A fast, re-trainable system for classifying green (unroasted) coffee beans by defect and grade — built to eventually run on a high-throughput sorting machine.

almendra is not just a model. It is a replicable framework: a versioned data pipeline, a config-driven training system with a swappable model architecture, a hardware-agnostic export/benchmark toolchain, and a documented physical capture protocol. The model is the focus — reliable and fast — but it must stay easy to re-train as better data arrives.

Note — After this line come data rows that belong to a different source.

/* RTPP (Zhang et al. 2004): a = 1 gives the prior perturbations (after
 * inflation) about the analysis mean, a = 0.3 the mix 0.7 Xa' + 0.3 Xf'.
 * RTPS (Whitaker & Hamill 2012): a = 1 gives the prior spread (after
 * inflation) with the analysis perturbations' shape, a = 0.4 the factor
 * 1 + 0.4 (sf - sa) / sa. */
static void test_relaxation(int method)
{
    const size_t n = 4, N = 8, m = 2;
    const double infl = 1.1, as[2] = {1.0, 0.3}, bs[2] = {1.0, 0.4};
    problem p;
    double *X0 = dalloc(n * N), *Xr = dalloc(n * N), *xf = dalloc(n), *xa = dalloc(n);
    double e1 = 0.0, e2 = 0.0;
    sl_enkf_config cfg = config(method);
    sl_localization loc;
    double spos[4] = {0, 1, 2, 3}, opos[2] = {0.5, 2.5}, oc[2] = {1e9, 1e9};
    sl_enkf_info info;
    sl_error err;
    size_t i, j, t;
    make_problem(&p, n, N, m, 31337);
    if (method == SL_ENKF_LETKF) {
        memset(&loc, 0, sizeof loc);
        loc.geometry = SL_GEOM_LINE;
        loc.dim = 1;
        loc.state_pos = spos;
        loc.obs_pos = opos;
        loc.obs_c = oc;
        loc.param_factor = 1.0;
        cfg.loc = &loc;
    }
    cfg.inflation = infl;
    analyse_problem(&cfg, &p, NULL, X0, &info, &err);
    for (t = 0; t < 2; t++) {
        /* RTPP */
        cfg.rtpp = as[t];
        cfg.rtps = 0;
        CHECK(analyse_problem(&cfg, &p, NULL, Xr, &info, &err) == SL_OK, "%s", err.message);
        for (i = 0; i < n; i++) {
            xf[i] = xa[i] = 0;
            for (j = 0; j < N; j++) {
                xf[i] += p.X[i + j * n] / (double)N;
                xa[i] += X0[i + j * n] / (double)N;
            }
            for (j = 0; j < N; j++) {
                double fp = infl * (p.X[i + j * n] - xf[i]), ap = X0[i + j * n] - xa[i];
                double want = xa[i] + (1 - as[t]) * ap + as[t] * fp;
                if (fabs(Xr[i + j * n] - want) > e1)
                    e1 = fabs(Xr[i + j * n] - want);
            }
        }
        /* RTPS */
        cfg.rtpp = 0;
        cfg.rtps = bs[t];
        CHECK(analyse_problem(&cfg, &p, NULL, Xr, &info, &err) == SL_OK, "%s", err.message);
        for (i = 0; i < n; i++) {
            double sf = 0, sa = 0, f;
            for (j = 0; j < N; j++) {
                double fp = infl * (p.X[i + j * n] - xf[i]), ap = X0[i + j * n] - xa[i];
                sf += fp * fp;
                sa += ap * ap;
            }
            sf = sqrt(sf / (double)(N - 1));
            sa = sqrt(sa / (double)(N - 1));
            f = 1 + bs[t] * (sf - sa) / sa;
            for (j = 0; j < N; j++) {
                double want = xa[i] + f * (X0[i + j * n] - xa[i]);
                if (fabs(Xr[i + j * n] - want) > e2)
                    e2 = fabs(Xr[i + j * n] - want);
            }
            if (t == 0) {
                double s = 0, mu = 0;
                for (j = 0; j < N; j++)
                    mu += Xr[i + j * n] / (double)N;
                for (j = 0; j < N; j++)
                    s += (Xr[i + j * n] - mu) * (Xr[i + j * n] - mu);
                CHECK(fabs(sqrt(s / (double)(N - 1)) - sf) <= 1e-12 * sf,
                      "%s RTPS 1: spread %g, prior %g", MNAME[method],
                      sqrt(s / (double)(N - 1)), sf);
            }
        }
    }
    printf("  %-5s RTPP (a = 1, 0.3) max err %.1e, RTPS (a = 1, 0.4) max err %.1e\n",
           MNAME[method], e1, e2);
    CHECK(e1 <= 1e-12, "%s RTPP: %g", MNAME[method], e1);
    CHECK(e2 <= 1e-12, "%s RTPS: %g", MNAME[method], e2);
    ck_free(X0);
    ck_free(Xr);
    ck_free(xf);
    ck_free(xa);
    free_problem(&p);
}

/* ---------------------------------------------------- localisation */

/* The serial square-root filter as usually written (Whitaker & Hamill
 * 2002): for each observation in turn, every state row and
 * every remaining predicted observation is updated, the covariance with
 * the observation weighted by Gaspari-Cohn (state i: distance to the
 * observation; observation l: distance between the two; half-width of the
 * observation assimilated; rows with NaN position: weight pf). */
static void serial_reference(size_t n, size_t N, double *X, size_t m,
                             const double *HX, const double *y, const double *rd,
                             const double *spos, const double *opos,
                             const double *oc, double pf)
{
    const size_t v = n + m;
    double *Z = dalloc(v * N), *yk = dalloc(N);
    size_t i, j, k;
    for (j = 0; j < N; j++) {
        memcpy(Z + j * v, X + j * n, n * sizeof(double));
        memcpy(Z + j * v + n, HX + j * m, m * sizeof(double));
    }
    for (k = 0; k < m; k++) {
        double ym = 0, s = 0, d, alpha;
        for (j = 0; j < N; j++)
            ym += Z[n + k + j * v] / (double)N;
        for (j = 0; j < N; j++) {
            yk[j] = Z[n + k + j * v] - ym;
            s += yk[j] * yk[j] / (double)(N - 1);
        }
        d = y[k] - ym;
        alpha = 1.0 / (1.0 + sqrt(rd[k] / (s + rd[k])));
        for (i = 0; i < v; i++) {
            double zm = 0, cov = 0, rho, K;
            if (i >= n && i - n <= k)
                continue;
            if (i < n)
                rho = isnan(spos[i]) ? pf : gc(spos[i] - opos[k], oc[k]);
            else
                rho = gc(opos[i - n] - opos[k], oc[k]);
            for (j = 0; j < N; j++)
                zm += Z[i + j * v] / (double)N;
            for (j = 0; j < N; j++)
                cov += (Z[i + j * v] - zm) * yk[j] / (double)(N - 1);
            K = rho * cov / (s + rd[k]);
            for (j = 0; j < N; j++)
                Z[i + j * v] = zm + K * d + (Z[i + j * v] - zm) - alpha * K * yk[j];
        }
    }
    for (j = 0; j < N; j++)
        memcpy(X + j * n, Z + j * v, n * sizeof(double));
    ck_free(Z);
    ck_free(yk);
}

Status: Phase 6 — local UI. The full pipeline (ingest → train → eval → export → bench) runs on public data; Phase 5's Pareto sweep picked MobileNetV3-Large + static INT8 as the current deploy choice (0.86 macro-F1, 3.6 MB, ~430 beans/s on a single CPU thread); and a local Streamlit UI now wraps the whole toolkit. See docs/research-log.md for the full log.

The idea

A green bean can hide damage on a face a single photo never sees. So almendra treats one sample as a set of images of one bean — several viewing angles under several illumination spectra (front-light, back-light transillumination, and UV fluorescence) — and a multi-view model fuses them into one per-bean decision.

Two design principles make this both thorough and fast:

  • Collect rich, deploy lean. The model accepts a variable number of views and is trained with view-dropout. A slow, exhaustive rig collects the richest possible training data; the production machine captures fewer-but-sufficient views at high speed — the same model serves both.
  • The model is never the bottleneck. A tiny INT8 backbone, batched across all views in flight, runs faster than beans can be singulated or ejected. Speed comes from parallel lanes and strobed capture, not from rushing each bean.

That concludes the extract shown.